Now a new report examines the region’s struggles to prepare its students for skilled jobs, and looks at where, specifically, students in different Southern states fall out of the high school-to-college pipeline.

That report, “The State of the South 2010,” also seeks to identify educational priorities for the region, if it is going to compete for jobs domestically, and internationally.

The authors find that the percentage of young adults obtaining at least a two-year degree in many Southern states lags behind not only U.S. averages, but also behind those of many foreign nations. Of 13 Southern states identified, only one—Virginia—topped the U.S. average of 42 percent of U.S. young adults obtaining at least an associate’s degree.

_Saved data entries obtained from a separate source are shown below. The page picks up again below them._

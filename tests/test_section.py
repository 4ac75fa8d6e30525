"""The section: what is painted over what, names, partial coats, what is hidden, and the outline around everything."""

from __future__ import annotations

import math
from collections.abc import Callable

import numpy as np
import pytest

from wiresolve.describe.outside import outside_loop
from wiresolve.describe.section import Layer, Patch, Piece, Section
from wiresolve.describe.shapes import Circle, Ellipse, Hexagon, Polygon, Rectangle, Triangle
from wiresolve.errors import InputError


def core_shell() -> Section:
    return Section(Circle(16), "GaAs", layers=(Layer(8, "Al0.3Ga0.7As"), Layer(2, "GaAs", carriers="excluded")))


def test_painting_goes_inwards_and_then_over() -> None:
    section = Section(
        Circle(16),
        "GaAs",
        layers=core_shell().layers,
        patches=(Patch(Circle(4), "void", (3, 0)), Patch(Circle(2), "InAs", (3, 0), offset_eV=0.1)),
        carriers="excluded",
        offset_eV=-0.02,
    )
    names = [piece.name for piece in section.pieces()]
    assert names == ["layer 2", "layer 1", "core", "patch 1", "patch 2"]
    assert [piece.carriers for piece in section.pieces()] == [False, True, False, False, True]
    assert [piece.offset_eV for piece in section.pieces()] == [0, 0, -0.02, 0, 0.1]
    assert [piece.loop.is_circle for piece in section.pieces()][:3] == [((0, 0), 18), ((0, 0), 16), ((0, 0), 8)]
    assert section.pieces()[4].loop.centroid == pytest.approx((3, 0))


def test_outermost_layer() -> None:
    assert Section(Circle(16), "GaAs").outermost == "core"
    assert core_shell().outermost == "layer 2"
    assert Section(Circle(16), "GaAs", outside="AlAs").outermost == "outside"
    assert Section(Circle(16), "GaAs", outside="hard wall") == Section(Circle(16), "GaAs")


def test_layers_of_polygons_add_up() -> None:
    split = Section(Hexagon(across_flats_nm=20), "GaAs", layers=(Layer(2, "AlAs"), Layer(3, "AlAs")))
    whole = Section(Hexagon(across_flats_nm=20), "GaAs", layers=(Layer(5, "AlAs"),))
    assert split.pieces()[0].loop.sample(1) == pytest.approx(whole.pieces()[0].loop.sample(1), abs=1e-12)


def test_partial_coats_add_up_side_by_side() -> None:
    first = Layer(2, "AlAs", sides=(("bottom", 0.0), ("side 3", 4.0)))
    section = Section(Rectangle(10, 6), "GaAs", layers=(first, Layer(1, "GaAs")))
    outer = section.pieces()[0].loop.sample(1)
    assert (outer[:, 0].min(), outer[:, 0].max()) == pytest.approx((-8, 8))
    assert (outer[:, 1].min(), outer[:, 1].max()) == pytest.approx((-4, 8))
    inner = section.pieces()[1].loop.sample(1)
    assert (inner[:, 1].min(), inner[:, 1].max()) == pytest.approx((-3, 7))


def test_partial_coat_of_a_rounded_corner() -> None:
    coat = Layer(2, "AlAs", sides=(("bottom", 0.0),))
    core, coated = (
        Rectangle(20, 10, corner_radius_nm=3),
        Section(Rectangle(20, 10, corner_radius_nm=3), "GaAs", (coat,)),
    )
    loop = coated.pieces()[0].loop
    # By hand: the core's lower 3 nm with its roundings, bare; above them 24 by 9 whose upper corners have the radius 5.
    assert loop.area == pytest.approx(20 * 3 + 24 * 9 - (2 - math.pi / 2) * (25 + 9), rel=1e-13)
    assert sorted(math.degrees(angle) for _, angle in loop.corners()) == pytest.approx([90, 90, 270, 270])
    both = Section(core, "GaAs", (coat, Layer(1, "GaAs")))
    assert both.pieces()[0].loop.area == pytest.approx(26 * 14 - (2 - math.pi / 2) * (36 + 16), rel=1e-13)
    assert both.pieces()[0].loop.contains(loop.sample(7) * (1 - 1e-9)).all()
    assert loop.contains(core.loop().sample(7) * (1 - 1e-9)).all()


def test_hidden_pieces_are_found_out() -> None:
    covered = Section(Circle(10), "GaAs", patches=(Patch(Rectangle(11, 11), "InAs"),))
    assert [piece.name for piece in covered.visible()] == ["patch 1"]
    sliver = Section(Circle(10), "GaAs", patches=(Patch(Circle(9.99), "InAs"),))
    assert [piece.name for piece in sliver.visible()] == ["core", "patch 1"]
    halves = (Patch(Rectangle(10, 20), "InAs", (-5, 0)), Patch(Rectangle(10, 20), "InP", (5, 0)))
    assert [p.name for p in Section(Circle(10), "GaAs", patches=halves).visible()] == ["patch 1", "patch 2"]
    split = Section(Circle(10), "GaAs", patches=(halves[0], Patch(Rectangle(9.9, 20), "InP", (5, 0))))
    assert [p.name for p in split.visible()] == ["core", "patch 1", "patch 2"]
    corners = Section(Rectangle(10, 10), "GaAs", patches=(Patch(Circle(14), "InAs"),))
    assert [p.name for p in corners.visible()] == ["core", "patch 1"]
    assert [p.name for p in Section(Rectangle(10, 10), "GaAs", patches=(Patch(Circle(15), "InAs"),)).visible()] == [
        "patch 1"
    ]


def coated(*sides: tuple[str, float]) -> Section:
    return Section(Rectangle(9, 9), "GaAs", (Layer(1, "AlAs", sides=sides),))


@pytest.mark.parametrize(
    ("build", "field", "words"),
    [
        (lambda: Section(Circle(10), "void"), "material", "nothing is left for carriers"),
        (lambda: Section(Circle(10), "GaAs", carriers="excluded"), "material", "nothing is left for carriers"),
        (lambda: Section(Circle(10), "void", outside="GaAs"), "material", "nothing is left for carriers"),
        (lambda: Section(Circle(10), "GaAs", carriers="none"), "carriers", '"admitted", "excluded"'),
        (lambda: Section(Circle(10), "GaAs", offset_eV=math.inf), "offset", "finite"),
        (lambda: Section(Circle(10), "GaAs", offset_eV=90), "offset", "between -20 eV and 20 eV"),
        (lambda: Section(Circle(10), "GaAs", outside="void"), "outside", "hard wall"),
        (lambda: Section(Circle(10), "GaAs", lattice_temperature_K=-1), "lattice_temperature", "between 0 K and 2000"),
        (lambda: Section(Circle(10), "GaAs", patches=(Patch(Circle(11), "void"),)), "patches", "leave nothing"),
        (lambda: Section(Circle(10), "GaAs", (Layer(501, "AlAs"),)), r"layers\[1\].thickness", "50 times the core"),
        (lambda: Section(Circle(9999), "GaAs", (Layer(0.05, "AlAs"),)), r"layers\[1\].thickness", "too thin"),
        (lambda: Section(Circle(10), "GaAs", (Layer(1, "A", sides=(("top", 2),)),)), r"layers\[1\].sides", "no edge"),
        (lambda: coated(("north", 2)), r"layers\[1\].sides", "'top'"),
        (lambda: coated(("rim", 0)), r"layers\[1\].sides", "no thickness"),
        (lambda: coated(("top", 2), ("side 3", 1)), r"layers\[1\].sides", "two"),
        (lambda: Section(Circle(10), "GaAs", Layer(1, "AlAs")), "layers", "list of Layer"),
        (lambda: Layer(-1, "AlAs"), "thickness", "must be positive"),
        (lambda: Layer(1e-9, "AlAs"), "thickness", "between 0.05 nm"),
        (lambda: Layer(1, ""), "material", "must not be empty"),
        (lambda: Layer(1, "AlAs", sides=(("top", -1),)), "sides.top", "must be positive"),
        (lambda: Patch(Circle(3), "AlAs", (1e6, 0)), "center", "between"),
        (lambda: Patch(Circle(3), "AlAs", (1, 2, 3)), "center", "two lengths"),
        (lambda: Patch("circle", "AlAs"), "shape", "must be a shape"),
        (lambda: Section(Circle(10), "GaAs", (Layer(1, "AlAs"),) * 51), "layers", "at most 50"),
    ],
)  # fmt: skip
def test_what_is_refused(build: Callable[[], object], field: str, words: str) -> None:
    with pytest.raises(InputError, match=words) as caught:
        build()
    assert caught.match(f"^{field}: ")


def test_outside_of_a_round_wire_is_a_circle() -> None:
    assert outside_loop(core_shell().pieces(), 7).is_circle == ((0, 0), 25)
    sticks_out = Section(Circle(10), "GaAs", patches=(Patch(Circle(4), "InAs", (5, 0)),))
    assert outside_loop(sticks_out.pieces(), 7).is_circle is None


@pytest.mark.parametrize("gap", [-5e-5, 0.0, 1e-5, 5e-5])
def test_outlines_that_touch_without_crossing_are_refused(gap: float) -> None:
    """A circle in a circle, a circle in an ellipse, a hexagon around a circle: within a tenth of a picometre."""
    for core, patch, x in (
        (Circle(20), Circle(8), 6 - gap),
        (Ellipse(20, 12), Circle(12 - 2 * gap), 0),
        (Circle(20 - 2 * gap), Hexagon(across_flats_nm=20), 0),
        (Circle(20), Circle(8), 14 + gap),
    ):
        with pytest.raises(InputError, match=r"patches\[1\]: its outline touches that of core without crossing it"):
            Section(core, "GaAs", patches=(Patch(patch, "InAs", (x, 0)),))


def test_outlines_that_meet_cleanly_are_drawn() -> None:
    """What is clearly apart or overlaps, sides on top of each other, and tangents that end in a corner."""
    sheet = Rectangle(20, 10)
    stadium = Section(sheet, "GaAs", patches=(Patch(Circle(10), "GaAs", (10, 0)), Patch(Circle(10), "GaAs", (-10, 0))))
    assert len(stadium.visible()) == 3
    for core, patch, x in (
        (Circle(20), Circle(8), 6.01),
        (Circle(20), Circle(8), 5.99),
        (Circle(20), Circle(20), 0),
        (Rectangle(20, 10, 2), Rectangle(20, 10, 2), 1),
        (Circle(20), Hexagon(across_corners_nm=20), 0),
    ):
        Section(core, "GaAs", patches=(Patch(patch, "InAs", (x, 0)),))


def distance_between(points: np.ndarray, others: np.ndarray) -> float:
    return float(np.hypot(*(points[:, None] - others[None]).transpose(2, 0, 1)).min())


@pytest.mark.parametrize(
    "section",
    [
        Section(Hexagon(across_flats_nm=20), "GaAs", (Layer(3, "AlAs"),)),
        Section(Ellipse(30, 6, 20), "GaAs"),
        Section(Ellipse(30, 6, 20), "GaAs", (Layer(2, "AlAs"),)),
        Section(Triangle(side_nm=20, corner_radius_nm=3), "GaAs"),
        Section(Polygon(((0, 0), (36, 0), (36, 12), (12, 12), (12, 30), (0, 30))), "GaAs"),
        Section(Rectangle(40, 10), "InP", patches=(Patch(Rectangle(10, 20), "InAs", (0, 15)),)),
        Section(Circle(10), "GaAs", patches=(Patch(Circle(4), "InAs", (5, 0)),)),
    ],
    ids=["hexagon", "ellipse", "coated ellipse", "rounded", "L", "fin", "blister"],
)
@pytest.mark.parametrize("distance", [0.5, 20.0])
def test_outside_keeps_its_distance_and_is_convex(section: Section, distance: float) -> None:
    pieces = section.pieces()
    loop = outside_loop(pieces, distance)
    inner = np.vstack([piece.loop.sample(60) for piece in pieces])
    assert loop.contains(inner).all()
    assert distance_between(loop.sample(60), inner) >= distance * (1 - 1e-12)
    assert loop.corners() == ()
    along = np.vstack([segment.tangent(np.array([0.0, 0.5, 0.99])) for segment in loop.segments])
    turns = along[:, 0] * np.roll(along[:, 1], -1) - along[:, 1] * np.roll(along[:, 0], -1)
    assert (turns > -1e-9 * np.abs(turns).max()).all()
    assert len(loop.segments) <= 48


def test_outside_of_a_hexagon_is_the_rounded_hexagon() -> None:
    loop = outside_loop([Piece("core", Hexagon(across_flats_nm=20).loop(), "GaAs", True, 0.0)], 5)
    flats = Hexagon(across_flats_nm=20).loop()
    # Steiner's formula for the area around a convex figure: A + P d + pi d^2.
    assert loop.area == pytest.approx(flats.area + 5 * flats.perimeter + 25 * math.pi, rel=1e-12)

Eight Southern states—Kentucky, Tennessee, Alabama, Texas, Louisiana, Mississippi, West Virginia, and Arkansas—lagged below the average of non U.S.-nations grouped within the Organization for Economic Cooperation and Development, better known as the OECD.

The report is the second in a series, and was authored by MDC, a nonprofit organization based in Chapel Hill, N.C. that focuses on educational and economic issues.

One of its more intriguing conclusions is that the secondary-to-postsecondary pipeline springs leaks at very different points, depending on the Southern state where students live.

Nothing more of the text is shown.